Евдокия не ответила, ждала, что он скажет дальше. Григория словно давило это молчание, он повел плечами и снова промолвил, ухмыляясь в усы:

— Отец мой говаривал когда-то: «Жизнь — завсегда игра: не то проиграл, не то выиграл…» А? Проиграла ведь ты…

— Не пойму речей твоих, — спокойно произнесла Евдокия. И наклонилась к Поленьке: — Иди, доченька, поиграй на улице.

— Не понимаешь. Нет, врешь, — усмехнулся Григорий. И крикнул: — Врешь! Вот оно — богатство твое… вот, вот. — Встав, Григорий начал тыкать рукой в железную кровать, в окна с марлевыми занавесками. — Обеспечил тебе Андрюха сладкую жизнь! Спите на голых досках. Едите хлеб с водой…

— Ты что, издеваться надо мной пришел? — прерывающимся голосом спросила Евдокия и тоже встала. — Если так, то… — она указала ему рукой на дверь.

— Обожди, хозяюшка, не гони. Один раз уж указала от ворот поворот, хватит… Гнули вы меня с Андрюхой, унижаться заставляли. А верх-то в конце концов мой. Мой! Вот я и пришел в глаза тебе посмотреть…

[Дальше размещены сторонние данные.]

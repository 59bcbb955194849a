package eiv

import "math"

// checkXY validates the paired values shared by every estimator.
func checkXY(x, y []float64) error {
	if len(x) != len(y) {
		return ErrLengthMismatch
	}
	if len(x) < 3 {
		return ErrTooFewPoints
	}
	for i := range x {
		if !allFinite(x[i]) {
			return &PointError{Index: i, Field: "x", Err: ErrNonFinite}
		}
		if !allFinite(y[i]) {
			return &PointError{Index: i, Field: "y", Err: ErrNonFinite}
		}
	}
	if err := checkMagnitude(x); err != nil {
		return err
	}
	if err := checkMagnitude(y); err != nil {
		return err
	}
	x0 := x[0]
	for _, v := range x[1:] {
		if v != x0 {
			return nil
		}
	}
	return ErrConstantX
}

// checkMagnitude refuses a column whose squares would overflow or underflow.
func checkMagnitude(v []float64) error {
	var m float64
	for _, f := range v {
		m = math.Max(m, math.Abs(f))
	}
	if m > 1e150 || (m > 0 && m < 1e-150) {
		return ErrMagnitude
	}
	return nil
}

// checkSigma validates one column of standard uncertainties: finite and ≥ 0.
func checkSigma(s []float64, n int, field string) error {
	if s == nil {
		return nil
	}
	if len(s) != n {
		return ErrLengthMismatch
	}
	for i, v := range s {
		if !allFinite(v) {
			return &PointError{Index: i, Field: field, Err: ErrNonFinite}
		}
		if v < 0 {
			return &PointError{Index: i, Field: field, Err: ErrInvalidUncertainty}
		}
	}
	return nil
}

// checkCorrelation validates error correlations: finite and in (−1, 1).
func checkCorrelation(r []float64, n int) error {
	if r == nil {
		return nil
	}
	if len(r) != n {
		return ErrLengthMismatch
	}
	for i, v := range r {
		if !allFinite(v) {
			return &PointError{Index: i, Field: "r", Err: ErrNonFinite}
		}
		if !(v > -1 && v < 1) {
			return &PointError{Index: i, Field: "r", Err: ErrInvalidCorrelation}
		}
	}
	return nil
}

// moments are centred first and second moments of a bivariate sample,
// computed in two passes so that a large common offset costs no precision.
type moments struct {
	n        float64
	mx, my   float64 // means
	sxx, syy float64 // Σ(x−x̄)², Σ(y−ȳ)²
	sxy      float64 // Σ(x−x̄)(y−ȳ)
}

func centredMoments(x, y []float64) moments {
	n := len(x)
	var sx, sy float64
	for i := range n {
		sx += x[i]
		sy += y[i]
	}
	m := moments{n: float64(n), mx: sx / float64(n), my: sy / float64(n)}
	// Second pass: centred sums, with the first-order correction of the mean
	// (the "corrected two-pass" algorithm of Chan, Golub & LeVeque 1983).
	var cx, cy, xx, yy, xy float64
	for i := range n {
		dx := x[i] - m.mx
		dy := y[i] - m.my
		cx += dx
		cy += dy
		xx += dx * dx
		yy += dy * dy
		xy += dx * dy
	}
	m.mx += cx / m.n
	m.my += cy / m.n
	m.sxx = xx - cx*cx/m.n
	m.syy = yy - cy*cy/m.n
	m.sxy = xy - cx*cy/m.n
	return m
}

// demingSlope returns the Deming slope for error-variance ratio lambda
// (var(y error)/var(x error)) from centred sums, choosing the root formula
// that avoids cancellation. lambda = +Inf gives the OLS slope.
func demingSlope(sxx, syy, sxy, lambda float64) float64 {
	if math.IsInf(lambda, 1) {
		return sxy / sxx
	}
	d := syy - lambda*sxx
	root := math.Hypot(d, 2*math.Sqrt(lambda)*sxy)
	if d >= 0 {
		return (d + root) / (2 * sxy)
	}
	return 2 * lambda * sxy / (root - d)
}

— Ну и смотри! Смотри!! Чего в них видишь? — с такой силой крикнула Евдокия, что Григорий вздрогнул, поднял голову. А встретившись с глазами Веселовой, еще раз вздрогнул: она смотрела на него насмешливо, презрительно, с тем же превосходством, что и всегда. И видел он вовсе не Евдокию, а прежнюю Дуняшку, только более сильную.

Бородин несколько секунд стоял безмолвно. Потом усы его дернулись и начали как-то странно шевелиться.

— Убирайся отсюда, — сказала Евдокия, продолжая жечь его глазами. Григорий не выдержал ее взгляда, отвернулся и пошел к двери.

— Ладно. А из членов правления вывели тебя на заседании. Я настоял… Так что можешь больше не заявляться в контору.

* * *

Как-то вскоре, в теплый солнечный день, Григорий, объезжая верхом на лошади поля, недалеко от деревни встретил Ивана Бутылкина. Заложив руки в карманы брюк, тот шагал по дороге, бормоча что-то под нос.

— Под мухой, что ли? — окликнул его Бородин, подъезжая.

Бутылкин глянул на председателя исподлобья, сплюнул на дорожную пыль и только потом ответил:

— К сожалению — увы!

— Откуда шагаешь?

— Так… Вон оттуда, — кивнул Бутылкин назад.

Григорий слез с коня, надел повод на руку, сел на землю и стал закуривать. Молча протянул кисет Бутылкину.